"""The peak-magnitude relation with noisy width and colour, drawn by us and by a gradient sampler.

    python tests/benchmarks/peaks.py [--quick]

Both have the same ladder: hosts of known distance with a supernova each, and an
expansion, each supernova with a measured width and colour.  The gradient sampler
(numpyro's NUTS) keeps every true width and colour and every modulus as a parameter;
we integrate them.  Printed are both answers, with their differences in Monte Carlo
errors, processor time per effective draw, and what one density costs with and without
a full covariance of the peaks.
"""

from __future__ import annotations

import sys
import time
from collections.abc import Mapping
from typing import Any

import jax
import jax.numpy as jnp
import numpy as np
import numpyro
import numpyro.distributions as dist
from numpyro.diagnostics import effective_sample_size
from numpyro.infer import MCMC, NUTS

from ladderfit.inputs.peaks import error_blocks
from ladderfit.ladder import Ladder, build_ladder
from ladderfit.mock.light_curves import LightCurves
from ladderfit.mock.peaks import flow_supernovae, host_supernovae
from ladderfit.mock.plan import Host, Plan
from ladderfit.physics.expansion import distance_term, peculiar_variance
from ladderfit.posterior.joint import posterior
from ladderfit.sampling.run import drawn, target

jax.config.update("jax_enable_x64", True)
INPUTS = ("width", "colour")
COLUMNS = {
    "name": "SN",
    "peak": "mB",
    "peak_error": "e_mB",
    "width": "w",
    "width_error": "e_w",
    "colour": "c",
    "colour_error": "e_c",
    "peak_width_covariance": "cov_mw",
    "peak_colour_covariance": "cov_mc",
    "width_colour_covariance": "cov_wc",
    "host_mass": "logM",
}
ERROR = 0.05  # mag, of the hosts' moduli
GROUPS = ("hosts", "expansion")
HEADLINE = (
    "alpha",
    "beta",
    "mass_step",
    "peak_magnitude",
    "peak_scatter",
    "hubble_constant",
    *(f"{name}_{what}[{g}]" for g in GROUPS for name in INPUTS for what in ("mean", "spread")),
)


def ladder(flow: int = 250, hosts: int = 20, covariance: str = "none") -> Ladder:
    """Simulated supernovae; a covariance has 40 patterns that all share, or is full."""
    plan = Plan(
        hosts=tuple(
            Host(f"Isle{i:03d}", 29.0 + 4.0 * i / hosts, 0, supernovae=1) for i in range(hosts)
        ),
        flow=flow,
        flow_outside=0,
        light_curves=LightCurves(offsets={"Ennick": 0.0}),
    )
    rng = np.random.default_rng(17)
    moduli = {
        h.name: {"modulus": h.modulus + ERROR * rng.normal(), "error": ERROR} for h in plan.hosts
    }
    choices: dict[str, Any] = {
        "anchors": {"geometric": moduli},
        "supernovae": {"columns": COLUMNS | {"host": "Galaxy"}},
        "expansion": {"columns": COLUMNS | {"redshift": "zcmb", "redshift_heliocentric": "zhel"}},
        "peak_relation": {"width": {}, "colour": {}, "host_mass": {}},
    }
    tables = {"supernovae": host_supernovae(plan, rng), "expansion": flow_supernovae(plan, rng)}
    if covariance != "none":
        choices["supernovae"]["covariance"] = {"adds": True}
        patterns = 0.01 * rng.normal(size=(flow + hosts, 40))
        tables["supernovae.covariance"] = patterns @ patterns.T
        if covariance == "full":
            own = np.diag(0.01**2 * np.ones(flow + hosts))
            tables["supernovae.covariance"] = patterns @ patterns.T + own
    return build_ladder(choices, tables)


def arrays(found: Ladder) -> dict[str, dict[str, Any]]:
    """Measured peaks, widths and colours with their covariances, as plain arrays."""
    data = {}
    for group, sample in zip(GROUPS, (found.peaks, found.flow), strict=True):
        own, with_peak = error_blocks(sample, INPUTS)
        whole = np.zeros((len(sample), 3, 3))
        whole[:, 0, 0], whole[:, 1:, 1:] = sample.variance, own
        whole[:, 0, 1:] = whole[:, 1:, 0] = with_peak
        level = 0.0
        if group == "expansion":
            whole[:, 0, 0] += peculiar_variance(sample.redshift, 250.0)
            level = distance_term(sample.redshift, sample.redshift_heliocentric, -0.55, 1.0)
        inputs = sample.inputs.values
        seen = np.stack([sample.magnitude - level, inputs["width"], inputs["colour"]], axis=1)
        step = np.where(inputs["host_mass"] >= 10.0, 0.5, -0.5)
        data[group] = {"seen": seen, "errors": whole, "step": step}
    host = np.array([anchor.host for anchor in found.geometric])
    data["hosts"] |= {
        "modulus": np.array([a.modulus for a in found.geometric])[np.argsort(host)][
            found.peaks.host
        ]
    }
    return data


def model(data: dict[str, dict[str, Any]]) -> None:
    """Every true width, colour and modulus is a parameter; one supernova in each host."""
    alpha = numpyro.sample("alpha", dist.Normal(0.0, 2.0))
    beta = numpyro.sample("beta", dist.Normal(3.0, 2.0))
    step = numpyro.sample("mass_step", dist.Normal(0.0, 0.1))
    peak = numpyro.sample("peak_magnitude", dist.Normal(-19.3, 2.0))
    scatter = numpyro.sample("peak_scatter", dist.HalfNormal(0.3))
    rate = numpyro.sample("h", dist.Normal(5.0 * np.log10(70.0), 1.0))
    numpyro.deterministic("hubble_constant", 10.0 ** (0.2 * rate))
    for group in GROUPS:
        part, n = data[group], len(data[group]["seen"])
        true = []
        for name, mean_sd, spread_sd in (("width", 2.0, 2.0), ("colour", 0.3, 0.3)):
            mean = numpyro.sample(f"{name}_mean[{group}]", dist.Normal(0.0, mean_sd))
            spread = numpyro.sample(f"{name}_spread[{group}]", dist.HalfNormal(spread_sd))
            true.append(
                numpyro.sample(
                    f"{name}[{group}]", dist.Normal(mean, spread).expand([n]).to_event(1)
                )
            )
        level = peak - rate
        if group == "hosts":
            white = numpyro.sample("mu", dist.Normal(0.0, 1.0).expand([n]).to_event(1))
            level = peak + part["modulus"] + ERROR * white
        m = level - alpha * true[0] + beta * true[1] + step * part["step"]
        errors = part["errors"].copy()
        covariance = jnp.asarray(errors).at[:, 0, 0].add(scatter**2)
        mean = jnp.stack([m, *true], axis=1)
        numpyro.sample(
            f"seen[{group}]", dist.MultivariateNormal(mean, covariance), obs=part["seen"]
        )


def by_gradient(found: Ladder, draws: int) -> tuple[dict[str, np.ndarray], dict[str, float], float]:
    """Draws, effective draws and processor time of four chains."""
    start = time.process_time()
    chains = MCMC(
        NUTS(model, target_accept_prob=0.9),
        num_warmup=draws // 2,
        num_samples=draws,
        num_chains=4,
        chain_method="sequential",
        progress_bar=False,
    )
    chains.run(jax.random.PRNGKey(1), arrays(found))
    spent = time.process_time() - start
    kept = {n: np.asarray(v) for n, v in chains.get_samples(group_by_chain=True).items()}
    ess = {name: float(effective_sample_size(kept[name])) for name in HEADLINE}
    return {name: kept[name].ravel() for name in HEADLINE}, ess, spent


def compare(found: Ladder, draws: int) -> float:
    """Print both answers; the largest difference of means in Monte Carlo errors."""
    joint = posterior(found)
    drawn(joint, target(joint), 1, 500)  # compiles
    start = time.process_time()
    joint = posterior(found)
    result, _ = drawn(joint, target(joint), 1, 4000)
    ours = time.process_time() - start
    theirs, ess, spent = by_gradient(found, draws)
    print(f"{'':24}{'ours':>20}{'NUTS':>20}  apart  sd ratio")
    gaps = []
    for name in HEADLINE:
        mean, sd = float(theirs[name].mean()), float(theirs[name].std(ddof=1))
        error = np.hypot(
            result.sd(name) / np.sqrt(result.diagnostics.ess[name]), sd / np.sqrt(ess[name])
        )
        gaps.append(abs(result.mean(name) - mean) / error)
        print(
            f"{name:24}{result.mean(name):11.4f} ±{result.sd(name):7.4f}{mean:11.4f} ±{sd:7.4f}"
            f"{gaps[-1]:7.1f}{result.sd(name) / sd:9.3f}"
        )
    rates = {"ours": result.diagnostics.ess["alpha"] / ours, "NUTS": min(ess.values()) / spent}
    for who, rate in rates.items():
        print(f"  {who}: {rate:,.1f} effective draws a second of processor time, set-up included")
    return max(gaps)


def cost(flow: int, hosts: int, draws: int, covariance: str) -> None:
    """Print what one density costs."""
    joint = posterior(ladder(flow, hosts, covariance))
    values: Mapping[str, float] = {
        "alpha": 0.14,
        "beta": 3.1,
        "peak_scatter": 0.11,
        **{f"width_spread[{group}]": 0.9 for group in GROUPS},
        **{f"colour_spread[{group}]": 0.09 for group in GROUPS},
    }
    z = np.tile(joint.coordinates(values), (draws, 1))
    joint.log_density(z[:2])
    start = time.process_time()
    joint.log_density(z)
    spent = (time.process_time() - start) / draws
    words = f"{flow + hosts:,} supernovae, covariance: {covariance}"
    print(f"  {words:40} {1e3 * spent:9.3f} ms a density")


def main() -> None:
    """Compare answers, then costs."""
    quick = "--quick" in sys.argv[1:]
    worst = compare(ladder(), 500 if quick else 2000)
    print(f"largest difference: {worst:.1f} Monte Carlo errors")
    for flow, hosts in ((250, 25), (1623, 77)):
        for covariance, draws in (("none", 2000), ("40 patterns", 200), ("full", 20)):
            cost(flow, hosts, draws, covariance)


if __name__ == "__main__":
    main()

· · · · · · ·

• WORK INSTRUCTIONS:
All that is wanted is the run of lines from the start of the data through the line containing "expansion, each supernova", copied word for word.

• OUTPUT BELOW:
"""The peak-magnitude relation with noisy width and colour, drawn by us and by a gradient sampler.

    python tests/benchmarks/peaks.py [--quick]

Both have the same ladder: hosts of known distance with a supernova each, and an
expansion, each supernova with a measured width and colour.  The gradient sampler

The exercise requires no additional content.